-- Exercise goal --
Of all the lines in the entries below, give again exactly those starting at the line containing "repository 3d96e70c9d89ab4f" and ending at the line containing "there: OutlookEnd;", both ends included, and no others.

Data records
__________
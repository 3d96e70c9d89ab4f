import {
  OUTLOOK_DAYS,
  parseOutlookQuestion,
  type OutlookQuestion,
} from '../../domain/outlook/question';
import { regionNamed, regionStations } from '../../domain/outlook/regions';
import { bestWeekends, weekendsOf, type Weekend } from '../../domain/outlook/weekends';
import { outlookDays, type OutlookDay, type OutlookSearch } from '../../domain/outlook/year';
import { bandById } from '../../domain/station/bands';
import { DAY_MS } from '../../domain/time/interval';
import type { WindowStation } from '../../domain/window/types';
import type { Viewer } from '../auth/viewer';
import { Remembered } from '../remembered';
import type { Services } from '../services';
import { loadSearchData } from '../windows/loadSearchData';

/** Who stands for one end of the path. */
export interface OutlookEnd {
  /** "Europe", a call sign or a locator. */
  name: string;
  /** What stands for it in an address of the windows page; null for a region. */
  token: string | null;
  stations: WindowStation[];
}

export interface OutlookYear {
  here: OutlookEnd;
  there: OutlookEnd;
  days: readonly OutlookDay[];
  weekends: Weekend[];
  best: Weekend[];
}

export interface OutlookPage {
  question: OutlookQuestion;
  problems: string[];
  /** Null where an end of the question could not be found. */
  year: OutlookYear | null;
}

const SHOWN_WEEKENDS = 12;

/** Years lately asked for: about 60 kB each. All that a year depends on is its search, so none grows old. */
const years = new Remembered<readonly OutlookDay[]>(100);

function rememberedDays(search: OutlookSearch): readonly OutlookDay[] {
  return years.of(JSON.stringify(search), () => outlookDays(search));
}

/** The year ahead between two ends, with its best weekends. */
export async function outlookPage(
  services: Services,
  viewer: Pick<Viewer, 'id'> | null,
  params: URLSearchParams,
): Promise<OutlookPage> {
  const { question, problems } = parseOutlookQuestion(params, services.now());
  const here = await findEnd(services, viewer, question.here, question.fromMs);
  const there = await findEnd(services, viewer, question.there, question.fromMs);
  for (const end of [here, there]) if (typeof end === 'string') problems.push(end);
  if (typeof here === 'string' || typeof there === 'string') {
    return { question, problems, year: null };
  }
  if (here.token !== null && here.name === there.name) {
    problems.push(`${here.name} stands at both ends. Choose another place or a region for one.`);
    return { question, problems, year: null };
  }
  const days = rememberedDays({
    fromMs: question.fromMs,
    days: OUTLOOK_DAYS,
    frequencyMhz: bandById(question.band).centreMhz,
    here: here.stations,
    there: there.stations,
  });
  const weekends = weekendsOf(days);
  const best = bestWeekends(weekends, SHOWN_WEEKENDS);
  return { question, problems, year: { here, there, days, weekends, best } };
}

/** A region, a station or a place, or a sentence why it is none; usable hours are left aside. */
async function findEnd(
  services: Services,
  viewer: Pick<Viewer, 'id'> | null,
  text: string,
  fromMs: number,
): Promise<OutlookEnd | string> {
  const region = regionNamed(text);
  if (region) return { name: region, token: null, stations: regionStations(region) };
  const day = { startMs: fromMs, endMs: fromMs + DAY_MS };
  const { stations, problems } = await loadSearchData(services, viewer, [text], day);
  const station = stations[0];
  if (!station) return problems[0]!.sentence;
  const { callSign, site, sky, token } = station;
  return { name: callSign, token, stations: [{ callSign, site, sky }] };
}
__________
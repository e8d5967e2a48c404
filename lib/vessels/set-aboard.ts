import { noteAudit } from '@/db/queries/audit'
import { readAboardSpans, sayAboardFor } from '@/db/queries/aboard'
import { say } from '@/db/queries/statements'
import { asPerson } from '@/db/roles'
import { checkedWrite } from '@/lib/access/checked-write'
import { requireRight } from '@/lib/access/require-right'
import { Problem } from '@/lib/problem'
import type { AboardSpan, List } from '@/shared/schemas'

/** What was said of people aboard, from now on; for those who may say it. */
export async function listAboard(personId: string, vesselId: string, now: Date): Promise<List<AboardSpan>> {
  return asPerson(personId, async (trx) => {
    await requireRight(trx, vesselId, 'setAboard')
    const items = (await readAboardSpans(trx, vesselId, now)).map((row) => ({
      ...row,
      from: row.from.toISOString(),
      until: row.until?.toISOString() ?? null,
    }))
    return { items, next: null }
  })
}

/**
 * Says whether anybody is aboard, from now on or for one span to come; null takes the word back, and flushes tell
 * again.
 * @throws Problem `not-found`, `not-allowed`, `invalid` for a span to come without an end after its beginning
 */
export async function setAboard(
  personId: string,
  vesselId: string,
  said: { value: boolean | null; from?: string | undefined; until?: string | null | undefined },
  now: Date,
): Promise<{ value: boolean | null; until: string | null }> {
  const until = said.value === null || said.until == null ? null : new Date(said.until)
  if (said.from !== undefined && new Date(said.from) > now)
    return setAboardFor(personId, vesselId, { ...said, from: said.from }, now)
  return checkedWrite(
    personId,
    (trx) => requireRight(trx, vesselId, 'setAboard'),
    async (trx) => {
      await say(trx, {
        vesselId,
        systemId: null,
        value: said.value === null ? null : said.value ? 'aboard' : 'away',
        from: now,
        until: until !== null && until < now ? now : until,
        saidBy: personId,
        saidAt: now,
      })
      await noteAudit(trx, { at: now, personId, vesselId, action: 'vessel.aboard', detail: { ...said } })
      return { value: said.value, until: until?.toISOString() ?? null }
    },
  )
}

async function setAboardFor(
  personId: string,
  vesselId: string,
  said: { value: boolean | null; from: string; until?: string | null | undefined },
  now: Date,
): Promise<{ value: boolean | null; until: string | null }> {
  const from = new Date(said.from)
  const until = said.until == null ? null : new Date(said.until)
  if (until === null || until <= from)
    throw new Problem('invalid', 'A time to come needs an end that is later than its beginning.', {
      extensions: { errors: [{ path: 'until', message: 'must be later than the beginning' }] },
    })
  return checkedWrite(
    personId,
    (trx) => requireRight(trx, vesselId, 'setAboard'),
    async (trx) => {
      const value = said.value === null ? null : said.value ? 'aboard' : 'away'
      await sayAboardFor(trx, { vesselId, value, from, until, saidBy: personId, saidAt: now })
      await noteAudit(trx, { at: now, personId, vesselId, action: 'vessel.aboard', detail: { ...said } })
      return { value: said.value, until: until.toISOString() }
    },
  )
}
__________
-- Solution below --
repository 3d96e70c9d89ab4f
import {
  OUTLOOK_DAYS,
  parseOutlookQuestion,
  type OutlookQuestion,
} from '../../domain/outlook/question';
import { regionNamed, regionStations } from '../../domain/outlook/regions';
import { bestWeekends, weekendsOf, type Weekend } from '../../domain/outlook/weekends';
import { outlookDays, type OutlookDay, type OutlookSearch } from '../../domain/outlook/year';
import { bandById } from '../../domain/station/bands';
import { DAY_MS } from '../../domain/time/interval';
import type { WindowStation } from '../../domain/window/types';
import type { Viewer } from '../auth/viewer';
import { Remembered } from '../remembered';
import type { Services } from '../services';
import { loadSearchData } from '../windows/loadSearchData';

/** Who stands for one end of the path. */
export interface OutlookEnd {
  /** "Europe", a call sign or a locator. */
  name: string;
  /** What stands for it in an address of the windows page; null for a region. */
  token: string | null;
  stations: WindowStation[];
}

export interface OutlookYear {
  here: OutlookEnd;
  there: OutlookEnd;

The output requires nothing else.